Abstract

Late detection of respiratory depression in non-intubated patients compromises patient safety. SpO2 is a lagging indicator of respiratory depression and EtCO2 has proven to be unreliable in non-intubated patients. A decline in minute ventilation (MV) is the earliest sign of respiratory depression. A non-invasive respiratory volume monitor (RVM) that provides accurate, continuous MV measurements enables clinicians to predict and quantify respiratory compromise. For this observational study, practitioners were blinded to the RVM measurements and pain management followed the usual routine. Patients were stratified by their MV on PACU admission and classified as "At-Risk" or "Not-At-Risk," with progression to "Low MV" status following opioids assessed for each category. The purpose was to determine if stratifying based on MV on PACU arrival could identify patients at higher risk for respiratory depression.
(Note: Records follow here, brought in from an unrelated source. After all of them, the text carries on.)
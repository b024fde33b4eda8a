"""Every registered stage method and fit model passes the conformance kit that plugin authors use
(:mod:`vzero.testing`, docs/plugins.md). A stage or model registered without an example here fails."""

from __future__ import annotations

import hashlib
from pathlib import Path

import numpy as np
import pandas as pd
import pytest
from vzero.data import Table, Traces
from vzero.manager import make_manager
from vzero.stage import RawInput, Stage, StageInput
from vzero.testing import check_model, check_stage

CONFIGS = Path(__file__).resolve().parents[2] / "configs"
PLUGINS = make_manager(autoload=False)
REGISTRY = PLUGINS.registry
STAGES = sorted((e.kind, e.name) for e in REGISTRY if isinstance(e.component, type) and issubclass(e.component, Stage))
MODELS = REGISTRY.names("model")

RATES_CSV = b"substrate (uM),rate (uM/min),group\n1,0.9,a\n2,1.6,a\n5,2.9,a\n10,3.8,a\n20,4.4,a\n"
SETTINGS = {
    ("import", "table"): {"signal_unit": "AU"},
    ("import", "rates-table"): {"group_column": "group"},
    ("blank", "mean"): {"match": "substrate"},
    ("rates", "window"): {"start": "0 s", "end": "90 s"},
    ("rates", "auto"): {"epsilon": "6220 M^-1 cm^-1", "pathlength": "0.55 cm"},
    ("rates", "polynomial"): {"window": "120 s"},
    ("rates", "progress"): {"epsilon": "6220 M^-1 cm^-1", "pathlength": "0.55 cm"},
    ("rates", "lag-decay"): {},
    ("rates", "model-choice"): {"epsilon": "6220 M^-1 cm^-1", "pathlength": "0.55 cm"},
    ("convert", "beer-lambert"): {"epsilon": "6220 M^-1 cm^-1", "pathlength": "0.55 cm"},
    ("convert", "standard-curve"): {},
    ("fit", "nls"): {"profile": False},
    ("fit", "curves"): {"profile": False, "models": ["michaelis-menten"]},
    ("report", "html"): {"max_panels": 24},
}


def _raw(key: str, name: str, data: bytes) -> RawInput:
    return RawInput(key, name, data, hashlib.sha256(data).hexdigest())


def _input(artifacts, inputs=None, plate=True):
    return StageInput(artifacts=artifacts, plate={"name": "demo-plate", "files": {}} if plate else None,
                      inputs=inputs or {}, recipe={}, registry=REGISTRY, warn=lambda _: None)


@pytest.fixture(scope="module")
def demo():
    """The demo plate carried through one method of each kind (each step itself checked by the kit)."""
    raws = {"data": _raw("data", "demo_plate.csv", (CONFIGS / "demo_plate.csv").read_bytes()),
            "layout": _raw("layout", "demo_layout.csv", (CONFIGS / "demo_layout.csv").read_bytes())}
    out = {"raws": raws}
    out["imported"] = _run("import", "table", {}, raws)
    out["traces"] = _run("blank", "mean", {"traces": out["imported"]["traces"]})["traces"]
    signal_rates = _run("rates", "window", {"traces": out["traces"]})["rates"]
    out["signal_rates"] = signal_rates
    out["rates"] = _run("convert", "beer-lambert", {"traces": out["traces"], "rates": signal_rates})["rates"]
    return out


def _run(kind, method, artifacts, inputs=None, plate=True):
    cls = REGISTRY.get(kind, method).component
    # The report stamps the time it was built into report.html, so its files differ from run to run; the
    # names of the files it returns and everything else are still compared.
    return check_stage(cls, _input(artifacts, inputs, plate), SETTINGS[(kind, method)],
                       same_files=kind != "report").artifacts


def _standards():
    t = np.arange(0.0, 60.0, 10.0)
    levels = np.array([0.0, 1.0, 2.0, 4.0])
    signal = np.vstack([50.0 + 120.0 * levels[:, None] + 0.0 * t, 50.0 + 2.4 * t])
    wells = pd.DataFrame({"well": ["A1", "A2", "A3", "A4", "B1"], "role": ["standard"] * 4 + ["sample"],
                          "product": [*levels, np.nan]})
    traces = Traces("p", t, signal, np.isfinite(signal), np.zeros_like(signal, bool), wells, "RFU",
                    {"product": "uM"})
    frame = pd.DataFrame({"plate": "p", "well": wells["well"], "role": wells["role"], "rate": [0.0] * 4 + [2.4],
                          "rate_stderr": 0.0, "rate_unit": "RFU/s", "method": "window", "flags": "",
                          "window_start_s": 0.0, "window_end_s": 50.0, "n_points": 6, "lag_s": np.nan})
    return {"traces": traces, "rates": Table(frame, {"rate": "RFU/s", "rate_stderr": "RFU/s", "window_start_s": "s",
                                                      "window_end_s": "s", "lag_s": "s"}, {"signal_unit": "RFU"})}


def test_every_registered_stage_has_an_example():
    assert set(STAGES) == set(SETTINGS)


@pytest.mark.parametrize(("kind", "method"), STAGES)
def test_registered_stage_passes_the_kit(kind, method, demo):
    if kind == "import":
        inputs = demo["raws"] if method == "table" else {"data": _raw("data", "rates.csv", RATES_CSV)}
        _run(kind, method, {}, inputs)
    elif kind == "blank":
        _run(kind, method, {"traces": demo["imported"]["traces"]})
    elif kind == "rates":
        _run(kind, method, {"traces": demo["traces"]})
    elif method == "standard-curve":
        _run(kind, method, _standards())
    elif kind == "convert":
        _run(kind, method, {"traces": demo["traces"], "rates": demo["signal_rates"]})
    elif kind == "fit":
        _run(kind, method, {"rates": demo["rates"], "traces": {"demo-plate": demo["traces"]}}, plate=False)
    else:
        fits = _run("fit", "nls", {"rates": demo["rates"], "traces": {"demo-plate": demo["traces"]}}, plate=False)
        _run(kind, method, {"rates": demo["rates"], "traces": {"demo-plate": demo["traces"]}, **fits}, plate=False)


def _points(variables):
    """Points spanning each variable's range in the demo and reference data sets (µM, nM)."""
    s = np.repeat(np.geomspace(0.5, 200.0, 8), 3)
    i = np.tile([0.0, 2.0, 10.0], 8)
    x = {"substrate": s, "inhibitor": i if "substrate" in variables else np.geomspace(0.01, 100.0, 24),
         "enzyme": np.full(24, 5.0)}
    return {k: x[k] for k in variables}


def _data(variables, x):
    if "substrate" in variables:  # a saturating curve, slowed by inhibitor where there is one
        return 10.0 * x["substrate"] / (20.0 * (1 + x.get("inhibitor", 0.0) / 5.0) + x["substrate"])
    return 1.0 + 9.0 / (1.0 + x["inhibitor"] / 1.5)  # falling with inhibitor


@pytest.mark.parametrize("name", MODELS)
def test_registered_model_passes_the_kit(name):
    model = REGISTRY.get("model", name).component
    x = _points(model.variables)
    start = check_model(model, x, _data(model.variables, x))
    assert len(start) == len(model.params)


def test_the_kit_catches_a_stage_that_mutates_its_input(demo):
    from vzero.plugins.kinetics import BlankMethod

    class Scribbler(BlankMethod):
        method = "scribbler"

        def correct(self, traces, warn):
            traces.signal[0, 0] = 123.0  # writes into the input
            return traces.signal * 1.0

    traces = demo["imported"]["traces"]
    copy = traces.evolve(signal=traces.signal.copy())
    with pytest.raises(AssertionError, match="changed the artifacts it was given"):
        check_stage(Scribbler, _input({"traces": copy}))


def test_the_kit_catches_a_wrong_jacobian():
    from dataclasses import replace

    mm = REGISTRY.get("model", "michaelis-menten").component
    wrong = replace(mm, jac=lambda p, x: [x["substrate"] / (p[1] + x["substrate"]), 0.0 * x["substrate"]])
    x = _points(mm.variables)
    with pytest.raises(AssertionError, match="d/dKm of the jacobian differs"):
        check_model(wrong, x, _data(mm.variables, x))


def test_the_kit_catches_a_stage_that_is_not_deterministic(demo):
    from vzero.plugins.kinetics import RateMethod, RateResult

    class Dice(RateMethod):
        method = "dice"

        def kernel(self, time, signal, plate):
            return RateResult(v0=np.random.default_rng().normal(size=len(signal)))  # unseeded on purpose

    with pytest.raises(AssertionError, match="not deterministic"):
        check_stage(Dice, _input({"traces": demo["traces"]}))


def test_the_kit_catches_an_unknown_flag(demo):
    from vzero.plugins.kinetics import ImportMethod
    from vzero.stage import StageOutput

    class Odd(ImportMethod):
        method = "odd"

        def read(self, data):
            table = demo["signal_rates"]
            frame = table.frame.assign(flags="wobbly")
            return StageOutput(artifacts={"rates": table.with_frame(frame)})

    with pytest.raises(AssertionError, match="column 'flags' holds unknown names 'wobbly'"):
        check_stage(Odd, _input({}))
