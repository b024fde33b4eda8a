"""Well naming and plate geometry (ANSI/SLAS 4-2004 well positions)."""

from __future__ import annotations

import pytest
from vzero.plugins.kinetics.wells import (
    all_wells,
    infer_plate_size,
    normalise_well,
    plate_shape,
    well_from_index,
    well_index,
)


@pytest.mark.parametrize("raw", ["A1", "A01", "a1", " a001 ", "A 1"])
def test_normalise_equivalent_forms(raw: str) -> None:
    assert normalise_well(raw) == "A1"


@pytest.mark.parametrize("raw", ["", "1A", "A0", "A49", "AG1", "ABC1", "A1.5", "Well"])
def test_normalise_rejects_bad_names(raw: str) -> None:
    with pytest.raises(ValueError):
        normalise_well(raw)


def test_plate_shapes() -> None:
    # ANSI/SLAS 4-2004 (REFERENCES.md 7.3, verified secondary): 8x12, 16x24, 32x48.
    assert plate_shape(96) == (8, 12)
    assert plate_shape(384) == (16, 24)
    assert plate_shape(1536) == (32, 48)
    with pytest.raises(ValueError):
        plate_shape(48)


def test_index_check_values() -> None:
    # Row-major check values from REFERENCES.md 7.3 (conventions): 96: 0 -> A1, 12 -> B1, 95 -> H12;
    # 384: 383 -> P24; 1536: 1248 -> AA1, 1535 -> AF48.
    assert well_from_index(0, 96) == "A1"
    assert well_from_index(12, 96) == "B1"
    assert well_from_index(95, 96) == "H12"
    assert well_from_index(383, 384) == "P24"
    assert well_from_index(1248, 1536) == "AA1"
    assert well_from_index(1535, 1536) == "AF48"
    for size in (96, 384, 1536):
        wells = all_wells(size)
        assert len(wells) == size == len(set(wells))
        r, c = well_index(wells[-1], size)
        assert (r + 1, c + 1) == plate_shape(size)


def test_well_index_bounds() -> None:
    assert well_index("H12", 96) == (7, 11)
    assert well_index("p24", 384) == (15, 23)
    assert well_index("AF48", 1536) == (31, 47)
    with pytest.raises(ValueError, match="not on a 96-well plate"):
        well_index("I1", 96)
    with pytest.raises(ValueError):
        well_index("A13", 96)


def test_infer_plate_size() -> None:
    assert infer_plate_size(["A1", "H12"]) == 96
    assert infer_plate_size(["A1", "A13"]) == 384
    assert infer_plate_size(["Q1"]) == 1536
    assert infer_plate_size(["AA01"]) == 1536
    with pytest.raises(ValueError):
        infer_plate_size([])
Ability to identify in advance patients at higher risk for respiratory depression following standard opioid dosing would drive changes in pain management and improve patient care. RVM and opioid administration data from 150 PACU patients following elective joint-replacement surgery were collected in an observational study. "Predicted" MV (MVPRED) and "Percent Predicted" (MVMEASURED/MVPRED×100%) were calculated for each patient using standard formulas. Prior to opioid administration, patients were classified as either "Not-At-Risk" (MV≥80% MVPRED) or "At-Risk" (MV<80% MVPRED). "Low MV" was defined as MV<40% MVPRED. Post-operative apnea (POA) was defined as ≥5 ten-second apneas per hour of PACU stay. We compared the incidences of Low MV following a single opioid dose, POA, and Low MV at discharge for both groups. In the PACU, 74/150 patients received opioids. Within 15min of opioid administration, 32% (24/74) developed Low MV. The risk-stratification algorithm identified 22/24 patients (92% sensitivity). Only 46% of them had POA, and the majority had Low MV without POA. At discharge, 29/150 patients had Low MV and those receiving opioids were 50% more likely to display Low MV (23 vs. 16%). The RVM can identify patients at-risk for opioid-induced respiratory depression and/or experiencing POA. Monitoring of MV can guide opioid-dosing regimens and may increase patient safety across the continuum of care.